One of the most important things I've learned in Finance and Accounting over the last few years is to start saving money early. The power of compounding interest is massive over many years, so saving early is a must to accumulate wealth. To demonstrate, I will be using an example with Rob and Tom.

Rob: Rob is a university student and loves to party. He goes out every night partying at the bars or a local bubble tea joint. He also likes expensive things and buys only brand name clothing. He doesn't save a single penny until he turns 25 and realizes that he should start saving for a house or retirement. Starting at age 25, he saves $2,000 every year until age 60.

Tom: Tom is also a university student, but understands the importance of money and starts saving $2,000 every year until he turns 36, when he starts a family and needs the money.

The following screenshot summarizes Rob and Tom's saving habits:

Looking at the table, you can see that Rob invested $40,000 more than Tom did. Even though it's $40,000 over 20 years, that's a lot of money that can be spent on other things such as an annual vacation!

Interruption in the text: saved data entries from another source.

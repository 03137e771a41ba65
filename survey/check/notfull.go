package check

import (
	"cmp"
	"fmt"
	"math"
	"slices"

	"tapround/survey"
	"tapround/survey/unit"
	"tapround/survey/water"
)

// notFull says where the piezometric line lies below the pipe or its tap: the water
// there is under less than atmospheric pressure, air comes out or is drawn in, and the
// line may not run full. Between taps of one pipe the line is taken as straight and held
// against the long section in levels.csv. Points open to the air are left out.
func notFull(v *view) []survey.Alert {
	var out []survey.Alert
	for _, t := range v.s.Taps {
		if k := v.points[t.Point].Kind; t.Point != "" && k != survey.Junction {
			continue
		}
		var lows []low
		for _, r := range v.rounds {
			for _, h := range r.heads {
				if h.Tap != t.Name || h.Quantity != survey.PiezometricHead {
					continue
				}
				level, where := t.Elevation, "tap "+t.Name
				u := math.Sqrt(math.Max(0, h.U()*h.U()-h.PerTap*h.PerTap*h.TapSD*h.TapSD)) // the tap's level cancels
				if z, ok := v.levelOf(t.Pipe, t.At); ok && z > level {
					level, where, u = z, fmt.Sprintf("pipe %s at %s", t.Pipe, t.Name), h.U()
				}
				lows = appendLow(lows, low{r, h.Value - level, u, where, h.Density * h.Gravity, h.Sources()}, v.limits.aboveLevel.value)
			}
		}
		if len(lows) > 0 {
			out = append(out, v.notFullAlert(t.Name, lows))
		}
	}
	for _, l := range v.s.Levels {
		var lows []low
		for _, r := range v.rounds {
			if x, ok := v.between(r, l); ok {
				lows = appendLow(lows, x, v.limits.aboveLevel.value)
			}
		}
		if len(lows) > 0 {
			out = append(out, v.notFullAlert(l.Pipe, lows))
		}
	}
	return out
}

// low is a place where the piezometric head stands margin above the pipe, in a round.
type low struct {
	round     round
	margin, u float64 // m
	where     string
	weight    float64 // rho g
	sources   []survey.Source
}

func appendLow(ls []low, x low, limit float64) []low {
	if x.margin >= limit {
		return ls
	}
	return append(ls, x)
}

// levelOf is the pipe's own level at a chainage by its long section, which its two
// points end; ok is false where levels.csv has no row of the pipe.
func (v *view) levelOf(pipe string, at float64) (z float64, ok bool) {
	p := v.pipes[pipe]
	section := []survey.Level{{At: 0, Elevation: v.points[p.From].Elevation}, {At: p.Length, Elevation: v.points[p.To].Elevation}}
	for _, l := range v.s.Levels {
		if l.Pipe == pipe {
			section = append(section, l)
			ok = true
		}
	}
	if !ok {
		return 0, false
	}
	slices.SortStableFunc(section, func(a, b survey.Level) int { return cmp.Compare(a.At, b.At) })
	for i := 1; i < len(section); i++ {
		if a, b := section[i-1], section[i]; at <= b.At && b.At > a.At {
			return a.Elevation + (b.Elevation-a.Elevation)*(at-a.At)/(b.At-a.At), true
		}
	}
	return section[len(section)-1].Elevation, true
}

// between holds one place of a pipe's long section against the straight line between
// the nearest readings either side of it.
func (v *view) between(r round, l survey.Level) (low, bool) {
	var before, after *survey.Head
	var a, b float64
	for i, h := range r.heads {
		at, on := v.onOrAtEnd(v.pipes[l.Pipe], v.taps[h.Tap])
		if !on || h.Quantity != survey.PiezometricHead {
			continue
		}
		if at < l.At && (before == nil || at > a) {
			before, a = &r.heads[i], at
		}
		if at > l.At && (after == nil || at < b) {
			after, b = &r.heads[i], at
		}
	}
	if before == nil || after == nil {
		return low{}, false
	}
	t := (l.At - a) / (b - a)
	variance := (1-t)*(1-t)*covariance(*before, *before, true) + t*t*covariance(*after, *after, true) + 2*t*(1-t)*covariance(*before, *after, false)
	return low{r, (1-t)*before.Value + t*after.Value - l.Elevation, math.Sqrt(variance),
		fmt.Sprintf("pipe %s at %g m", l.Pipe, l.At), before.Density * before.Gravity,
		append(append(before.Sources(), after.Sources()...), l.Source)}, true
}

// notFullAlert words the lows of one place over the rounds, by the deepest.
func (v *view) notFullAlert(subject string, lows []low) survey.Alert {
	worst := slices.MinFunc(lows, func(a, b low) int { return cmp.Compare(a.margin, b.margin) })
	var rounds []string
	a := survey.Alert{Rule: "piezometric head below the pipe", Subject: subject}
	for _, x := range lows {
		rounds = appendNew(rounds, x.round.Name)
		a.Sources = append(a.Sources, x.sources...)
	}
	sure := "stands"
	if -worst.margin <= v.limits.apart.value*worst.u {
		sure = "seems to stand"
	}
	a.Statement = fmt.Sprintf("The piezometric head %s below %s in %s: the line may not be full there.", sure, worst.where, roundsNamed(rounds))
	a.Evidence = fmt.Sprintf("by %s (± one standard uncertainty) in round %s", unit.Metre.Format(-worst.margin, worst.u), worst.round.Name)
	a.Limit = v.limits.aboveLevel.String()
	a.Action = "Do not use these readings for roughness. Water under less than atmospheric pressure draws in air and what lies outside a leak: reduce the draw-off, slowly. Local codes and licensed practice decide."
	a.Stay = sure == "stands"

	temperature := worst.round.WaterTemperature.Or(v.s.Info.WaterTemperature)
	atmosphere := worst.round.Barometer.Or(water.StandardAtmosphere(v.s.Info.SiteLevel))
	absolute, boils := atmosphere+worst.weight*worst.margin, water.VapourPressure(math.Max(temperature, 0))
	switch {
	case absolute < boils-v.limits.apart.value*worst.u*worst.weight:
		a.Rule, a.Stay = "pressure below the vapour pressure", true
		a.Statement = fmt.Sprintf("At %s in round %s the head means an absolute pressure below that at which water boils: no water column stands that low, so a reading, its unit or a level is wrong.", worst.where, worst.round.Name)
		a.Action = "Read it again, look whether the gauge shows absolute pressure, and check the level."
	case absolute < boils+unit.Kilopascal.ToSI(v.limits.vapour.value):
		a.Rule, a.Stay = "pressure near the vapour pressure", true
		a.Statement = fmt.Sprintf("At %s in round %s the pressure comes near that at which water boils: the column can part there, and strike when it joins.", worst.where, worst.round.Name)
		a.Limit = v.limits.vapour.String()
	default:
		return a
	}
	a.Evidence += fmt.Sprintf("; absolute pressure %s, vapour pressure %s", kilopascals(absolute), kilopascals(boils))
	return a
}

func kilopascals(p float64) string { return unit.Significant(unit.Kilopascal.FromSI(p), 3) + " kPa" }
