package say

import (
	"fmt"
	"math"
	"strings"

	"tapround/survey"
	"tapround/survey/unit"
)

// Size is the estimate with its 95 % interval, rounded to the nearer end's
// distance. Empty: no estimate.
func Size(f survey.Finding) string {
	if !f.Estimate.OK {
		return ""
	}
	s := Quantity(Interval(f.Estimate, f.Low, f.High), f.Unit)
	if f.Estimate.V > 0 && (f.Kind == survey.GaugeOff || f.Kind == survey.LevelWrong) {
		return "+" + s // an error has a sign
	}
	return s
}

// Quantity puts a unit beside a printed number: "9.1 mm (6.9 to 12.1)", "K 45",
// "C 64", "0.99 times".
func Quantity(number, u string) string {
	switch u {
	case "":
		return number
	case "K", "C":
		return u + " " + number
	case "factor":
		u = "times"
	}
	u = Clean(u)
	// The unit stands after the value and before the interval in brackets.
	if v, rest, ok := strings.Cut(number, " ("); ok {
		return v + " " + u + " (" + rest
	}
	return number + " " + u
}

// Interval is "9.1 (95 %: 6.9 to 12.1)", all three rounded alike; without an
// interval the value alone with three figures.
func Interval(v, low, high survey.Maybe) string {
	if !v.OK {
		return "not determined"
	}
	if !low.OK || !high.OK {
		return unit.Significant(v.V, 3)
	}
	sd := Spread(v, low, high)
	return fmt.Sprintf("%s (95 %%: %s to %s)", Rounded(v.V, sd), Rounded(low.V, sd), Rounded(high.V, sd))
}

// Spread is what an interval is rounded by: the nearer end's distance over 1.96.
func Spread(v, low, high survey.Maybe) float64 {
	return math.Min(math.Abs(v.V-low.V), math.Abs(high.V-v.V)) / 1.96
}

// Rounded is v alone, rounded as its uncertainty asks.
func Rounded(v, sd float64) string {
	s, _, _ := strings.Cut(unit.WithUncertainty(v, sd), " ±")
	return s
}

// By prints m rounded as the uncertainty u asks, without it.
func By(m, u survey.Maybe) string {
	if !m.OK {
		return "–"
	}
	if !u.OK {
		return unit.Significant(m.V, 3)
	}
	return Rounded(m.V, u.V)
}

// With prints m ± u.
func With(m, u survey.Maybe) string {
	if !m.OK {
		return "–"
	}
	return unit.WithUncertainty(m.V, u.Or(math.NaN()))
}

// Stated prints a number as a table states it: no figures it does not need, four at
// most.
func Stated(v float64) string {
	s := unit.Significant(v, 4)
	if strings.Contains(s, ".") {
		s = strings.TrimRight(strings.TrimRight(s, "0"), ".")
	}
	return s
}

// Maybe is a stated number with the figures asked for, or a dash.
func Maybe(m survey.Maybe, digits int) string {
	if !m.OK {
		return "–"
	}
	return unit.Significant(m.V, digits)
}

// Decimals is a stated number with a fixed number of decimals, for columns, or a
// dash.
func Decimals(m survey.Maybe, n int) string {
	if !m.OK {
		return "–"
	}
	s := fmt.Sprintf("%.*f", n, m.V)
	if strings.Trim(s, "-0.") == "" {
		s = strings.TrimPrefix(s, "-")
	}
	return s
}

// Probability never says certain.
func Probability(m survey.Maybe) string {
	switch {
	case !m.OK:
		return "–"
	case m.V > 0.99:
		return "over 99 %"
	case m.V < 0.01:
		return "under 1 %"
	}
	return fmt.Sprintf("%.0f %%", 100*m.V)
}

// Chance is a small probability in per cent.
func Chance(p float64) string {
	switch {
	case p < 0.0001:
		return "less than 0.01 %"
	case p < 0.1:
		return unit.Significant(100*p, 1) + " %"
	}
	return fmt.Sprintf("%.0f %%", 100*p)
}

// Share is a fraction in per cent, as the share told by the survey.
func Share(m survey.Maybe) string {
	if !m.OK {
		return "–"
	}
	return fmt.Sprintf("%.0f %%", 100*m.V)
}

Now let's take a look at the earnings. To isolate and simplify the demonstration of the time value of money, the following screenshot is based on the assumption of a 10% return without taxes.

At the age of 60, Rob has accumulated $658,079 while Tom has $856,910, almost $200,000 more! This is with $40,000 less in investments too! This illustrates that saving early is very important and is something you can't buy back by saving more in the future to try and "catch up."

I am not advocating that you should just save for 10 years and stop, but rather to start saving as soon as you can!

So, when's the best time to start saving? YESTERDAY! Since we can't travel back in time, the next best time is as soon as you finish reading this. GO!